No Album Left Behind: Resavoir’s Resavoir
Will Miller’s dreamy jazz project sounds like a sunset just out of reach

Over the course of 2019, Paste has reviewed about 300 albums. Yet, hundreds—if not thousands—of albums have slipped through the cracks. This December, we’re delighted to launch a new series called No Album Left Behind, in which our core team of critics reviews some of their favorite records we may have missed the first time around, looking back at some of the best overlooked releases of 2019.
Having worked with Whitney, Chance the Rapper and any number of Chicago’s major musical exports, you’ve likely heard Will Miller’s music before. The trumpeter and multi-instrumentalist has been an unlikely architect for the city’s genre-agnostic music scene, often blending his jazz credentials with hip-hop, country and soul. But the Oberlin-trained musician’s first love was always jazz, and his latest project, the playfully misspelled Resavoir, is an ode to both his musical and geographic hometown.

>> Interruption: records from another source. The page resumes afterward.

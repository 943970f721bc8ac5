// scripts/import-plate.ts --offline --dry-run --json as a child process, with no database settings at all:
// the facts it prints for files of the invented export layouts (tests/fixtures/export-layouts) and for a
// demo export (seeders/data/demo-plates) against what the generators recorded, a file lacking a readout,
// a file with role words no guess places, and bad arguments.
import { mkdtempSync, readFileSync, rmSync, writeFileSync } from 'node:fs';
import { tmpdir } from 'node:os';
import { join } from 'node:path';
import XLSX from 'xlsx';
import { afterAll, describe, expect, test } from 'vitest';
import { layout, type LayoutFile } from '../fixtures/export-layouts';
import { MAPPINGS } from '../fixtures/export-layouts/mappings';
import { TWO_READOUT_MAPPING, twoReadoutExport } from '../fixtures/two-readouts/two-readout-export';
import { truthRoleCounts } from '../support/layout-truth';
import { ROOT as root, runScript, SCRIPT_TIMEOUT_MS } from '../support/run-script';

const dir = mkdtempSync(join(tmpdir(), 'gatewell-import-cli-'));
afterAll(() => rmSync(dir, { recursive: true, force: true }));

/** Runs the script with no database settings in its environment. */
const run = (args: string[]) => runScript(args, { offline: true });

const json = (value: unknown) => new TextEncoder().encode(JSON.stringify(value));

function write(name: string, bytes: Uint8Array): string {
  const file = join(dir, name);
  writeFileSync(file, bytes);
  return file;
}

function dryRun(file: string) {
  const out = run([file, '--offline', '--dry-run', '--json']);
  return { code: out.code, facts: JSON.parse(out.stdout) as Record<string, unknown>, stderr: out.stderr };
}

/** The truth's role counts of the plate a layout file records (by its barcode). */
const truthRoles = (written: LayoutFile) => truthRoleCounts(written.facts.plates[0]!.label);

describe('import-plate --offline --dry-run --json on the invented layouts', () => {
  test.each(['xls-workbook', 'xlsx-run-1536'])(
    '%s: label from the barcode, wells, roles, unit and targets as the generator recorded them',
    (name) => {
      const written = layout(name).write();
      const { code, facts } = dryRun(write(written.filename, written.bytes));
      const truth = written.facts;
      expect(code).toBe(0);
      expect(facts).toMatchObject({
        plateLabel: truth.plates[0]!.label,
        labelSource: 'barcode',
        sheet: truth.plates[0]!.sheet,
        plateFormat: truth.plates[0]!.format,
        wellCount: truth.plates[0]!.wellCount,
        roleCounts: truthRoles(written),
        concentrationUnit: truth.units.concentration,
        qcRulesNotApplied: [],
        unregisteredCompounds: null,
        errors: [],
        warnings: [],
      });
      expect([...(facts.targets as string[])].sort()).toEqual(Object.values(truth.targetWords).sort());
    },
  );

  test('a file lacking the series resistance: that rule is reported not applied, nothing else changes', () => {
    const written = layout('xlsx-run-1536').write();
    const book = XLSX.read(written.bytes, { type: 'array' });
    const sheetName = written.facts.plates[0]!.sheet;
    const rows = XLSX.utils.sheet_to_json<unknown[]>(book.Sheets[sheetName]!, { header: 1, defval: null });
    const header = rows[3] as unknown[]; // the header is row 4 (three title rows above it)
    const drop = header.indexOf('Series R / MOhm');
    expect(drop).toBeGreaterThan(0);
    book.Sheets[sheetName] = XLSX.utils.aoa_to_sheet(rows.map((r) => r.filter((_, i) => i !== drop)));
    const bytes = XLSX.write(book, { type: 'array', bookType: 'xlsx' }) as ArrayBuffer;
    const { code, facts } = dryRun(write('no-series-resistance.xlsx', new Uint8Array(bytes)));
    expect(code).toBe(0);
    expect(facts).toMatchObject({
      plateLabel: 'GWX-1536-0051',
      wellCount: 512,
      roleCounts: truthRoles(written),
      qcRulesNotApplied: ['series_resistance'],
      errors: [],
      warnings: [
        'The series resistance rule (1 to 25 MΩ) was not applied: no well has a series resistance. The other QC rules, Z′ and the fits still run.',
      ],
    });
  });

  test('role words no guess places: exit 1, the error names them, no wells', () => {
    const written = layout('semicolon-decimal-comma').write();
    const { code, facts } = dryRun(write(written.filename, written.bytes));
    expect(code).toBe(1);
    expect(facts).toMatchObject({
      plateLabel: 'GWX-096-0417',
      labelSource: 'file',
      wellCount: 0,
      concentrationUnit: 'uM',
      targets: ['hNav1.7'],
      unregisteredCompounds: null,
    });
    expect(facts.errors).toEqual([
      'Sheet "GWX-096-0417", row 1, column E "Sample type": the well-role column holds words Gatewell cannot place: "solvent", "library", "blocker"; on the mapping step assign each to negative control, positive control, test or empty.',
      'The sheet holds no wells.',
    ]);
  });
});

describe('import-plate --offline on a demo export', () => {
  test('kv-96-plate-01.csv: wells and roles as the file lists them, label from the file name', () => {
    const file = join(root, 'seeders/data/demo-plates/kv-96-plate-01.csv');
    const manifest = JSON.parse(readFileSync(`${file}.manifest.json`, 'utf8')) as {
      wellCount: number;
      target: string;
      format: number;
    };
    // The roles as the file writes them, read here line by line (column 2, "Well type").
    const types = readFileSync(file, 'utf8')
      .trim()
      .split('\n')
      .slice(1)
      .map((line) => line.split(',')[1]);
    const count = (word: string) => types.filter((t) => t === word).length;
    const { code, facts } = dryRun(file);
    expect(code).toBe(0);
    const plateFacts = {
      sheet: 'kv-96-plate-01',
      plateLabel: 'kv-96-plate-01',
      labelSource: 'file',
      plateFormat: manifest.format,
      wellCount: manifest.wellCount,
      roleCounts: {
        negativeControl: count('VEH'),
        positiveControl: count('REF'),
        test: count('TEST'),
        empty: 0,
      },
      concentrationUnit: 'uM',
      targets: [manifest.target],
      // One block readout per well and target: the tonic one.
      readouts: { [manifest.target]: ['tonic'] },
      qcRulesNotApplied: [],
      unregisteredCompounds: null,
      errors: [],
      warnings: [],
    };
    // One plate: the top-level keys are its facts, and `plates` lists it once.
    expect(facts).toEqual({
      file: 'kv-96-plate-01.csv',
      template: null,
      ...plateFacts,
      plateCount: 1,
      plates: [{ key: 'kv-96-plate-01', ...plateFacts }],
    });
  });

  // Two plates in one file (issue 18): the guess splits them, a plate each labelled by its barcode. Their
  // role words are the layout's own, which no guess places (a template maps them, see the integration
  // tests), so each plate's error names the plate.
  test.each(['plate-column-tsv', 'plates-per-sheet'])(
    "%s: a plate each in `plates`, labelled by its barcode; top-level keys are the first plate's",
    (name) => {
      const written = layout(name).write();
      const { code, facts } = dryRun(write(written.filename, written.bytes));
      expect(code).toBe(1);
      const labels = written.facts.plates.map((p) => p.label);
      const plates = facts.plates as { plateLabel: string; errors: string[] }[];
      expect(facts.plateCount).toBe(2);
      expect(plates.map((p) => p.plateLabel)).toEqual(labels);
      expect(facts.plateLabel).toBe(labels[0]);
      for (const [i, plate] of plates.entries()) {
        expect(plate.errors[0]).toContain('cannot place');
        expect((facts.errors as string[]).filter((e) => e.startsWith(`Plate "${labels[i]}": `))).toHaveLength(
          plate.errors.length,
        );
      }
    },
  );

  test('a file read at two moments: `readouts` lists tonic and use-dependent per target, guessed or mapped', () => {
    const written = twoReadoutExport();
    const file = write(written.filename, written.bytes);
    const mapping = join(dir, 'two-readout-mapping.json');
    writeFileSync(mapping, JSON.stringify(TWO_READOUT_MAPPING));
    const both = ['tonic', 'use_dependent'];
    // The fixture's wide columns (SCN9A P1 block, SCN9A P10 block, …): the guess reads the file's target words.
    const guessed = dryRun(file);
    expect(guessed.code, guessed.stderr).toBe(0);
    expect(guessed.facts.readouts).toEqual({ SCN9A: both, KCNQ2: both });
    expect((guessed.facts.plates as { readouts: unknown }[])[0]!.readouts).toEqual(guessed.facts.readouts);
    const mapped = run([file, '--offline', '--mapping', mapping, '--json']);
    expect(mapped.code, mapped.stderr).toBe(0);
    expect(Object.values(JSON.parse(mapped.stdout).readouts as Record<string, string[]>)).toEqual([
      both,
      both,
    ]);
  });

  test('--label wins over the file name', () => {
    const file = join(root, 'seeders/data/demo-plates/kv-96-plate-01.csv');
    const out = run([file, '--offline', '--json', '--label', 'KV-P01']);
    expect(out.code).toBe(0);
    expect(JSON.parse(out.stdout)).toMatchObject({ plateLabel: 'KV-P01', labelSource: 'given' });
  });
});

describe('import-plate arguments', () => {
  test('no --screen or --as without --offline: exit 2, naming both', () => {
    const out = run([join(root, 'seeders/data/demo-plates/kv-96-plate-01.csv'), '--dry-run']);
    expect(out.code).toBe(2);
    expect(out.stdout).toBe('');
    expect(out.stderr).toBe(
      'import-plate: bad arguments:\n  --screen: is required (or --offline)\n  --as: is required (or --offline)\n',
    );
  });

  test('--template with --offline, and a file that is not there: exit 2', () => {
    const demo = join(root, 'seeders/data/demo-plates/kv-96-plate-01.csv');
    const withTemplate = run([demo, '--offline', '--template', 'Rig A']);
    expect(withTemplate.code).toBe(2);
    expect(withTemplate.stderr).toBe(
      'import-plate: bad arguments:\n  --template: templates are kept in the database: not with --offline\n',
    );
    const missing = run([join(dir, 'absent.csv'), '--offline']);
    expect(missing.code).toBe(2);
    expect(missing.stderr).toBe(`import-plate: cannot read ${join(dir, 'absent.csv')}: ENOENT\n`);
  });

  // Three script runs in each of these: a fresh Node process each, several seconds on a busy machine.
  test(
    '--mapping: a mapping that is not complete, or not JSON, is refused naming each bad field; exit 2',
    () => {
      const demo = join(root, 'seeders/data/demo-plates/kv-96-plate-01.csv');
      // Two fields from one column, four required fields left out, a unit Gatewell does not know.
      const incomplete = write('incomplete.json', json({ columns: { well: 'Well', compound: 'Well' } }));
      const out = run([demo, '--offline', '--mapping', incomplete]);
      expect(out.code).toBe(2);
      expect(out.stdout).toBe('');
      const lines = out.stderr.trimEnd().split('\n');
      expect(lines[0]).toBe(`import-plate: --mapping: invalid mapping in ${incomplete}:`);
      expect(lines.slice(1).map((line) => line.split(':')[0]!.trim())).toEqual([
        'columns.concentration',
        'columns.target',
        'columns.controlCurrent',
        'columns.compoundCurrent',
        'columns.compound',
      ]);
      const badUnit = write('bad-unit.json', json({ units: { concentration: 'micromolar' } }));
      const unit = run([demo, '--offline', '--mapping', badUnit]);
      expect(unit.code).toBe(2);
      expect(unit.stderr).toMatch(
        /^import-plate: --mapping: invalid mapping in .*\n {2}units\.concentration: /,
      );
      const notJson = write('not-json.json', new TextEncoder().encode('{ "columns": '));
      const broken = run([demo, '--offline', '--mapping', notJson]);
      expect(broken.code).toBe(2);
      expect(broken.stderr).toMatch(/^import-plate: --mapping: .*not-json\.json is not valid JSON: /);
    },
    SCRIPT_TIMEOUT_MS,
  );

  test(
    '--mapping with --template: exit 2, naming the clash; a sheet the file lacks: refused, exit 1',
    () => {
      // A text file's one sheet is named by the file: "GWX-096-0417".
      const written = layout('semicolon-decimal-comma').write();
      const file = write(written.filename, written.bytes);
      const mapping = write(
        'other-sheet.json',
        json({ ...MAPPINGS['semicolon-decimal-comma'], wellSheet: 'Data' }),
      );
      const both = run([
        file,
        '--screen',
        'S',
        '--as',
        'a@gatewell.test',
        '--template',
        'T',
        '--mapping',
        mapping,
      ]);
      expect(both.code).toBe(2);
      expect(both.stderr).toBe(
        'import-plate: bad arguments:\n  --mapping: a mapping file or a template, not both\n',
      );
      const out = run([file, '--offline', '--json', '--mapping', mapping]);
      expect(out.code).toBe(1);
      expect(JSON.parse(out.stdout)).toMatchObject({
        wellCount: 0,
        errors: [
          'The mapping reads the sheet "Data", which the file does not hold; its sheets: "GWX-096-0417".',
        ],
      });
    },
    SCRIPT_TIMEOUT_MS,
  );
});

Though he acts as bandleader, multi-instrumentalist and producer, Miller is far from the only creative voice behind Resavoir’s self-titled debut record. The 18 collaborators that play on this release are a veritable who’s who of Chicago’s music scene: There are appearances from Knox Fortune, OHMME’s Macie Stewart, Noname collaborator Akenya Seymour, Kids These Days’ Lane Beckstrom, rapper Sen Morimoto and tons more. (Some of these artists also appear on two other great Chicago-centric albums Paste highlighted in our No Albums Left Behind series: Kaina’s Next to the Sun and Jamila Woods’ Legacy! Legacy!). Despite the overwhelming number of players listed in the liner notes, Resavoir still feels remarkably self-contained, never overly-sprawling with its musical ideas so much as its compacting them, layering it all with a sublime technical precision.